- Born: Errol Gaston Hill 5 August 1921 Port of Spain, Trinidad
- Died: 15 September 2003 (aged 82)
- Education: Royal Academy of Dramatic Arts
- Occupations: Playwright, actor and theatre historian

= Errol Hill =

Trinidadian playwright, historian (1921–2003)

Errol Gaston Hill (5 August 1921 - 15 September 2003) was a Trinidadian-born playwright, actor and theatre historian, "one of the leading pioneers in the West Indies theatre". Beginning as early as the 1940s, he was the leading voice for the development of a national theatre in the West Indies. He was the first tenured faculty member of African descent at Dartmouth College in the United States, joining the drama department there in 1968.

== Career ==
Errol Gaston Hill was born in Port of Spain, Trinidad, on 5 August 1921. to Thomas David Hill and Lydia (née Gibson) Hill. He studied in London, England, at the Royal Academy of Dramatic Arts, where he graduated in 1951, and went on to join Dartmouth College, becoming the first tenured faculty member of African descent there.

Hill was an actor and announcer with the British Broadcasting Corporation in London, and subsequently went to teach at the University of West Indies, in Kingston, Jamaica, and Port-of-Spain, Trinidad, as creative arts tutor (1953–58 and 1962–65). Between 1958 and 1966, he was also working as a playwright. He was a teaching fellow at the University of Ibadan, Ibadan, Nigeria (1965–67), and then an associate professor of drama at Richmond College of the City University of New York, 1967–68. He was a professor at Dartmouth College in Hanover, New Hampshire, from 1968 to 1989, when he became emeritus professor. He was also a visiting professor at other American universities, as well as at Leeds University.
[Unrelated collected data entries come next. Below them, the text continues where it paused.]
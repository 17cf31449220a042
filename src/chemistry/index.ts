// Public surface of the Bankside chemistry engine. Pure TypeScript: no DOM, storage or UI.
// Other parts of the app import from here only.
export { InputError, isNotice, type ChemWarning, type WarningCode, type WarningKind } from './errors';
export { SPECIES, MOLAR_MASS, MG_CACO3_PER_MEQ, isIon, type Ion, type SpeciesInfo } from './species';
export { dielectricConstant, waterDensity, debyeHuckelA, debyeHuckelB, kelvin } from './water';
export {
  activityCoefficient,
  meanActivityCoefficient,
  chooseActivityModel,
  autoTjWeight,
  autoLogGamma,
  activityModelDoubt,
  modelValidityWeight,
  AUTO_BLEND,
  ACTIVITY_MODELS,
  MODEL_MAX_IONIC_STRENGTH,
  type ActivityModel,
} from './activity';
export { logK, logKTable, isExtrapolated, REACTIONS, type Reaction } from './equilibrium';
export {
  ionicStrengthFromConductance,
  ionicStrengthFromTds,
  ionicStrengthFromSalinity,
  ionicStrengthFromIons,
  ionicStrengthFromSpecificConductance,
  seawaterWeight,
  salinityFromScExtended,
  DEFAULT_CONDUCTANCE_FACTOR,
  CONDUCTANCE_ESTIMATE_REL_UNCERTAINTY,
  SALINITY_ESTIMATE_REL_UNCERTAINTY,
  BRACKISH_BLEND_US_PER_CM,
  PSS78_MAX_SC_US_PER_CM,
  type ScIonicStrength,
} from './ionic-strength';
export { speciate, type Speciation, type SpeciationInput } from './speciation';
export { specificConductance, conductivityAtTemperature, calculatedConductance, ONSAGER_25C } from './conductance';
export { chargeBalance, SM1030E_LIMITS, type ChargeBalance, type BalanceLimits } from './balance';
export {
  analyzeSample,
  langelierFormulaPhs,
  SEAWATER_IONS_MOL_KG_S35,
  ALKALINITY_ENDPOINT_PH,
  SULFATE_RICH_MAX_IONIC_STRENGTH,
  type SiteConductanceFactor,
  type ConductanceFactorSource,
  type Analysis,
  type AnalyzeOptions,
  type SampleInput,
  type CalciteState,
  type IonicStrengthSource,
} from './analyze';
export {
  DEFAULT_UNCERTAINTIES,
  SC_ABS_U_US_PER_CM,
  LOG_K_UNCERTAINTY,
  COVERAGE_FACTOR,
  uncertaintiesFromEvidence,
  makeBudget,
  budgetLine,
  type Uncertainties,
  type SampleEvidence,
  type BudgetEntry,
  type UncertaintySource,
  type UncertaintyBasis,
  type EvidenceUncertainties,
} from './uncertainty';
export { ENGINE_VERSION, ATMOSPHERIC_LOG_PCO2 } from './version';
export { replicateVerdict, blankVerdict, type QcValues, type QcCheck, type QcVerdict } from './qc';
export {
  oxygenSaturationMgL,
  oxygenPercentSaturation,
  oxygenMgLFromPercent,
  pressureToKPa,
  stationPressureKPa,
  PRESSURE_TO_KPA,
  STANDARD_PRESSURE_KPA,
  type PressureUnit,
} from './oxygen';
export { unionizedAmmoniaFraction, unionizedAmmonia, ammoniaInRange } from './ammonia';
export {
  practicalSalinity,
  salinityFromConductivity,
  salinityFromSpecificConductance,
  C35_15_0_US_PER_CM,
} from './salinity';
export {
  titrationAlkalinity,
  type TitrationInput,
  type TitrationPoint,
  type TitrationResult,
  type TitrationMethod,
  type GranFit,
  type InflectionResult,
} from './titration';
export {
  nernstSlopeMvPerPh,
  phCalibration,
  conductivityStandardCheck,
  doAirCalibrationCheck,
  calibrationCoverage,
  type PhBufferReading,
  type PhCalibrationResult,
  type ScStandardCheck,
  type DoAirCheck,
  type CheckEvent,
  type Coverage,
  type CheckStatus,
} from './calibration';
export { stabilization, replicateRpd, median, type TimedReading, type StabilizationResult } from './stabilization';
export { dataChecks, calculatedTdsMgL, type DataCheck, type DataCheckStatus, type DataCheckExtras } from './checks';
export {
  DEFAULT_PROFILE,
  profileProblems,
  profileRef,
  toleranceAt,
  type MethodProfile,
  type ProfileRef,
  type Tolerance,
  type StabilizedParameter,
  DEFAULT_QC_LIMITS,
  type QcLimits,
  type QcParameter,
  type ReplicateLimit,
} from './profiles';
export { conductanceFactorFromAnalyses, SITE_FACTOR_MIN_ANALYSES } from './site-factor';
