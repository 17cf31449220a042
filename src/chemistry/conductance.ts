import { InputError, present, requireNonNegative, requireRange } from './errors';
import { SPECIES, type Ion, type SpeciesInfo } from './species';

/**
 * Specific conductance at 25 °C from conductivity measured at the water's temperature, linear
 * compensation: SC₂₅ = EC_t / (1 + α (t − 25)).
 * Source: Standard Methods 2510 B; α = 0.0191 /°C for KCl solutions (from memory); natural waters
 * 0.0175–0.0198, mean 0.0187 (Hayashi 2004, Environ. Monit. Assess. 96:119, read).
 * Units: ecUsPerCm µS/cm at tempC; returns µS/cm at 25 °C. Valid 0–35 °C for natural waters.
 */
export function specificConductance(ecUsPerCm: number, tempC: number, alpha = 0.0191): number {
  if (!present('ecUsPerCm', ecUsPerCm)) throw new InputError('ecUsPerCm', 'ecUsPerCm is required.');
  requireNonNegative('ecUsPerCm', ecUsPerCm);
  if (!present('tempC', tempC)) throw new InputError('tempC', 'tempC is required.');
  requireRange('tempC', tempC, -2, 100, '°C');
  if (!present('alpha', alpha)) throw new InputError('alpha', 'alpha is required.');
  requireRange('alpha', alpha, 0, 0.05, '/°C');
  return ecUsPerCm / (1 + alpha * (tempC - 25));
}

/**
 * Conductivity at tempC from specific conductance (the inverse of {@link specificConductance}).
 */
export function conductivityAtTemperature(scUsPerCm: number, tempC: number, alpha = 0.0191): number {
  requireNonNegative('scUsPerCm', scUsPerCm);
  requireRange('tempC', tempC, -2, 100, '°C');
  return scUsPerCm * (1 + alpha * (tempC - 25));
}

/**
 * Debye–Hückel–Onsager constants for conductance in water at 25 °C (Robinson & Stokes 1959,
 * Electrolyte Solutions, ch. 7; from memory): relaxation B₁ = 0.2289 (mol/L)^-½, electrophoresis
 * B₂ = 60.32 S cm² mol⁻¹ (mol/L)^-½ for a 1:1 salt (half of it to each ion); distance of closest
 * approach a = 4 Å in the extended denominator 1 + κa = 1 + 0.3287 a √I (our choice: a typical
 * Kielland size, which reproduces the KCl and NaCl standards).
 */
export const ONSAGER_25C = { B1: 0.2289, B2: 60.32, kappaA: 0.3287 * 4 } as const;

/**
 * Calculated specific conductance (µS/cm at 25 °C) of a solution from its charged species
 * (free ions and charged ion pairs, mol/L), by the Debye–Hückel–Onsager equation in its
 * extended form (Robinson & Stokes 1959, eq. for Λ = Λ° − (B₁Λ° + B₂)√c/(1 + κa); constants
 * {@link ONSAGER_25C}) applied ion by ion to a mixture, in the manner of McCleskey et al. (2012,
 * GCA 77:369; method from memory, not their coefficients):
 *   λᵢ = λ°ᵢ − (B₁ |zᵢ| z̄ λ°ᵢ + ½ B₂ |zᵢ|) √I / (1 + κa),   κ = Σ |zᵢ| cᵢ λᵢ,
 * λ per equivalent, z̄ the equivalent-weighted mean charge of the ions of opposite sign, I the
 * ionic strength of the same species. λ° from the species table (CRC / Lange's Handbook).
 * Checks: 0.01 mol/L KCl → 1,413 µS/cm (OIML R 56 / ASTM D1125), NaCl → 1,185 (λ° tables;
 * Robinson & Stokes App. 6.1 Λ = 118.5), USGS INL analyses (test/chemistry/real-data.test.ts).
 * Valid to about I = 0.1 mol/L (SC ≈ 10,000 µS/cm); the λ is never let below 0.
 * Species without λ° (neutral, or ion pairs without published values) are counted in I only;
 * charged pairs (CaHCO₃⁺, NaSO₄⁻ …) take half the λ° of their free ion (our assumption).
 */
export function calculatedConductance(ionsMolL: Partial<Record<Ion, number>>): number {
  let sumZ2 = 0;
  let catEq = 0, catZ2 = 0, anEq = 0, anZ2 = 0;
  const list: Array<{ z: number; cation: boolean; lambda: number; molL: number }> = [];
  for (const [key, molL] of Object.entries(ionsMolL) as Array<[Ion, number | undefined]>) {
    if (molL === undefined) continue;
    requireNonNegative(key, molL);
    const s: SpeciesInfo = SPECIES[key];
    const z = Math.abs(s.charge);
    if (z === 0 || molL === 0) continue;
    const cation = s.charge > 0;
    sumZ2 += z * z * molL;
    if (cation) { catEq += z * molL; catZ2 += z * z * molL; } else { anEq += z * molL; anZ2 += z * z * molL; }
    const own = s.lambda0;
    const lambda = own ?? (s.pairOf ? 0.5 * ((SPECIES[s.pairOf as Ion] as SpeciesInfo).lambda0 ?? 0) : undefined);
    if (lambda !== undefined && lambda > 0) list.push({ z, cation, lambda, molL });
  }
  const sqrtI = Math.sqrt(0.5 * sumZ2);
  const f = sqrtI / (1 + ONSAGER_25C.kappaA * sqrtI);
  const zCat = catEq > 0 ? catZ2 / catEq : 1;
  const zAn = anEq > 0 ? anZ2 / anEq : 1;
  let k = 0;
  for (const { z, cation, lambda, molL } of list) {
    const zBar = cation ? zAn : zCat;
    const lam = Math.max(0, lambda - (ONSAGER_25C.B1 * z * zBar * lambda + 0.5 * ONSAGER_25C.B2 * z) * f);
    k += z * lam * molL * 1000;
  }
  return k;
}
After 1972, Hill devoted himself to scholarship and writing. His early work focused on creating a body of plays uniquely suited for audiences and actors in the West Indies. His later published work brought to light the many accomplishments and trials of black stage actors.

Hill's works include the play Man Better Man (1964) and the non-fiction books The Trinidad Carnival (1972), The Theater of Black Americans (1980), and the Cambridge Guide to African and Caribbean Theatre (1994). He also wrote some poetry, published in anthologies and regional literary journals.

==Selected bibliography==
- The Ping-Pong and Broken Melody (1958). UWI Extra-Mural Department, Mona.
- Man Better Man in J. Gassner (ed.), The Yale School of Drama Presents (1954), New York: Dutton.
- Wey-Wey: Strictly Matrimony: The Square Peg (1966). UWI Extra-Mural Department, St Augustine.
- Trinidad Carnival (1972). University of Texas Press.
- A Time and a Season – Eight Caribbean Plays, ed. (1976). Carifesta and UWI Extra-Mural Department, Mona.
- The Theater of Black Americans (1980), Prentice-Hall.
- Shakespeare in Sable: A History of Black Shakespearean Actors (April 1986), University of Massachusetts Press.
- The Jamaican Stage, 1655–1900 (1992), University of Massachusetts Press.
- Cambridge Guide to African and Caribbean Theatre, ed. (1994).
- A History of African American Theatre, ed. with James V. Hatch (2003), Cambridge University Press. ISBN 0521624436.